I like the information offered and so far no one has made fun of me for my noob questions. I like the general talk forum better than the others. I have not even opened the door on the gun talk since all I know nothing about guns .. other than point and shoot.


----------



## Old SF Guy (Dec 15, 2013)

Ralph Rotten said:


> I like that there the average iq of the tribe is above average, the content being discussed is not so plebian as a few of the other forums. Not crazy about the prohibition on profanity, hafta keep deleting all the French from my posts.
> 
> Overall, the tribe had the balls to rear its head in defense of things they believe, and more importantly there were a number of very lucid posts in the process. Most tribes devolve into profain responses when riled. Here we only had a few.

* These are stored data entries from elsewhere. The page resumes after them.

"""Export the verified file from the app: where to, draft or not, and a progress bar.

The export runs in a worker thread on its own read-only connection and
posts its progress (variables typed, then rows written) to the bar, so the
app keeps answering keys meanwhile. While anything is open the export is
refused and nothing is written; the dialog then shows what is open, by
kind, and how to go on. Errors are shown in the dialog; the app keeps
running. Writes are ``core.export``'s, atomic, so leaving mid-way can never
leave half a file: the dialog only asks the user to wait.
"""

from __future__ import annotations

from dataclasses import dataclass
from pathlib import Path

from textual import on, work
from textual.app import ComposeResult
from textual.binding import Binding
from textual.containers import Vertical
from textual.message import Message
from textual.screen import ModalScreen
from textual.widgets import Checkbox, Input, ProgressBar, Static

from core.errors import KeyproofError, OpenWorkError

DIALOG_CSS = """
{name} {{ align: center middle; }}
{name} .dialog-box {{
    width: 84; height: auto; max-height: 90%;
    padding: 1 2; background: $surface; border: round $primary;
}}
{name} .dialog-title {{ text-style: bold; margin-bottom: 1; }}
{name} .dialog-note {{ color: $warning; height: auto; }}
{name} .dialog-done {{ height: auto; }}
{name} ProgressBar {{ margin: 1 0 0 0; }}
"""


def default_target(study_path, ending: str) -> Path:
    """A file beside the study: ``garden.sqlite`` -> ``garden-verified.csv``.

    >>> default_target("studies/garden.sqlite", "-verified.csv").as_posix()
    'studies/garden-verified.csv'
    """
    path = Path(study_path)
    return path.with_name(path.stem + ending)


def refusal_text(exc: OpenWorkError) -> str:
    """What an export refused for open work says: the counts by kind and the ways on."""
    total = sum(exc.counts.values())
    kinds = ", ".join(f"{kind} {n}" for kind, n in sorted(exc.counts.items()))
    return (f"Refused: {total} discrepanc{'y is' if total == 1 else 'ies are'} still open "
            f"({kinds}); nothing was written. Settle them (r on the home screen), or tick "
            "draft (Tab to it, space) to export with open cells left empty.")  # fmt: skip


class ExportDialog(ModalScreen[None]):
    """Target, optional identifying file, draft toggle; Enter exports, Esc closes."""

    DEFAULT_CSS = DIALOG_CSS.format(name="ExportDialog")
    # Enter exports from any field: on the draft box a checkbox's own Enter would
    # untick what the keyer just ticked with space, and nothing would happen.
    BINDINGS = [Binding("enter", "start", "export", priority=True),
                Binding("escape", "close", "close")]

    @dataclass
    class Progress(Message):
        """Posted from the export's thread: ``done`` of ``total`` in ``phase``.

        A message rather than a call into the app: posting does not wait for
        the screen, so a busy screen never slows the export down.
        """

        phase: str
        done: int
        total: int

    @dataclass
    class Finished(Message):
        """Posted from the export's thread last (after every Progress, same queue).

        ``result``: the ``ExportResult``, or None with ``problem`` saying why.
        """

        result: object
        problem: str

    def __init__(self, study_path, **kwargs):
        super().__init__(**kwargs)
        self.study_path = Path(study_path)
        self.running = False
        self.result = None
        """The last ``ExportResult`` written (None until an export succeeds)."""

    def compose(self) -> ComposeResult:
        with Vertical(classes="dialog-box"):
            yield Static("Export the verified file: .csv, .xlsx, or a folder for a Data Package",
                         classes="dialog-title", markup=False)
            yield Input(value=str(default_target(self.study_path, "-verified.csv")),
                        placeholder="where to write", id="export-path")
            yield Input(placeholder="identifying variables to this separate file (optional)",
                        id="export-identifying")
            yield Checkbox("draft: export although work is open (open cells left empty)",
                           id="export-draft")
            yield ProgressBar(show_eta=False, id="export-progress")
            yield Static("Enter exports; Esc closes.", id="export-phase", markup=False)
            yield Static("", classes="dialog-note", id="export-problem", markup=False)
            yield Static("", classes="dialog-done", id="export-done", markup=False)

    def on_mount(self) -> None:
        # The bar appears once an export starts (an idle bar would read as busy).
        self.query_one("#export-progress", ProgressBar).display = False
        self.query_one("#export-path", Input).focus()

    def action_start(self) -> None:
        self.start()

    def start(self) -> None:
        """Export what the dialog says (ignored while an export is running)."""
        if self.running:
            return
        out = self.query_one("#export-path", Input).value.strip()
        ident = self.query_one("#export-identifying", Input).value.strip() or None
        if not out:
            self._say("Where to? Type a .csv or .xlsx file, or a folder.")
            return
        self.running = True
        self._say("")
        self.query_one("#export-done", Static).update("")
        bar = self.query_one("#export-progress", ProgressBar)
        bar.update(total=None, progress=0)
        bar.display = True
        self.query_one("#export-phase", Static).update("starting…")
        self.run_export(out, ident, self.query_one("#export-draft", Checkbox).value)

    @work(thread=True, exclusive=True, group="export")
    def run_export(self, out: str, identifying: str | None, draft: bool) -> None:
        from core.errors import ExportError
        from core.export import export, target_of
        from core.resolution import verified_table
        from core.store import Study

        def progress(phase: str):
            return lambda done, total: self.post_message(self.Progress(phase, done, total))

        try:
            _, target = target_of(out, draft)
            for given in (target, Path(identifying) if identifying else None):
                if given is not None and given.resolve() == self.study_path.resolve():
                    raise ExportError(f"{given}: this is the study file — choose another name.")
            with Study.open(self.study_path, readonly=True) as study:
                verified = verified_table(study, draft=draft,
                                          progress=progress("reading variables"))
            result = export(verified, out, identifying=identifying,
                                      progress=progress("writing rows"))
        except OpenWorkError as exc:
            self.post_message(self.Finished(None, refusal_text(exc)))
        except KeyproofError as exc:
            self.post_message(self.Finished(None, str(exc)))
        else:
            self.post_message(self.Finished(result, ""))

    @on(Progress)
    def _progress(self, event: Progress) -> None:
        self.query_one("#export-phase", Static).update(
            f"{event.phase}: {event.done:,} of {event.total:,}")
        self.query_one("#export-progress", ProgressBar).update(
            total=max(event.total, 1), progress=event.done)

    @on(Finished)
    def _finished(self, event: Finished) -> None:
        result, problem = event.result, event.problem
        self.running = False
        bar = self.query_one("#export-progress", ProgressBar)
        if result is None:
            bar.update(total=None, progress=0)
            bar.display = False
            self.query_one("#export-phase", Static).update("Enter exports; Esc closes.")
            self._say(problem)
            return
        self.result = result
        bar.update(total=max(result.rows, 1), progress=max(result.rows, 1))
        self.query_one("#export-phase", Static).update("done")
        draft = " (DRAFT)" if result.provenance and result.provenance.draft else ""
        lines = [f"Wrote {result.path}{draft}: {result.rows} participants, "
                 f"{result.columns} variables; {result.set_aside} set aside, listed apart."]
        if result.open_cells:
            lines.append(f"{result.open_cells} open cell(s) left empty and listed beside it.")
        if result.left_out:
            lines.append(f"Identifying variables left out: {', '.join(result.left_out)}.")
        self.query_one("#export-done", Static).update("\n".join(lines))
        self.notify(f"Wrote {result.path.name}", title="export")

    def _say(self, text: str) -> None:
        self.query_one("#export-problem", Static).update(text)

    def action_close(self) -> None:
        if self.running:
            self.notify("Still writing — the file appears whole or not at all; "
                        "wait for it to finish.", title="export")  # fmt: skip
            return
        self.dismiss(None)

Very well put sir....You may become our Public affairs liaison yet....lol...good to see you.... i must have missed your intro post ...or been drunk through it... I'll have my people call your people and stuff.....ta ta...


----------



## jro1 (Mar 3, 2014)

I don't have a TV...


----------



## MrsInor (Apr 15, 2013)

My favorite part..... hmmmm.......

Well I can tell you the least favorite part at times is having to moderate.


----------



## Old SF Guy (Dec 15, 2013)

MrsInor said:


> My favorite part..... hmmmm.......
> 
> Well I can tell you the least favorite part at times is having to moderate.


Yeah...volunteer regret.....not feeling sorry for you at this point in time...you asked for it ma'am.


----------



## Jeep (Aug 5, 2014)

WTF I'll mud wrestle if I get my cane you bastard. 

In all seriousness, its commeraderie, some geniuses on here, some DIY people, some RN's and the nuts as well


----------



## Old SF Guy (Dec 15, 2013)

Old SF Guy said:


> Yeah...volunteer regret.....not feeling sorry for you at this point in time...you asked for it ma'am.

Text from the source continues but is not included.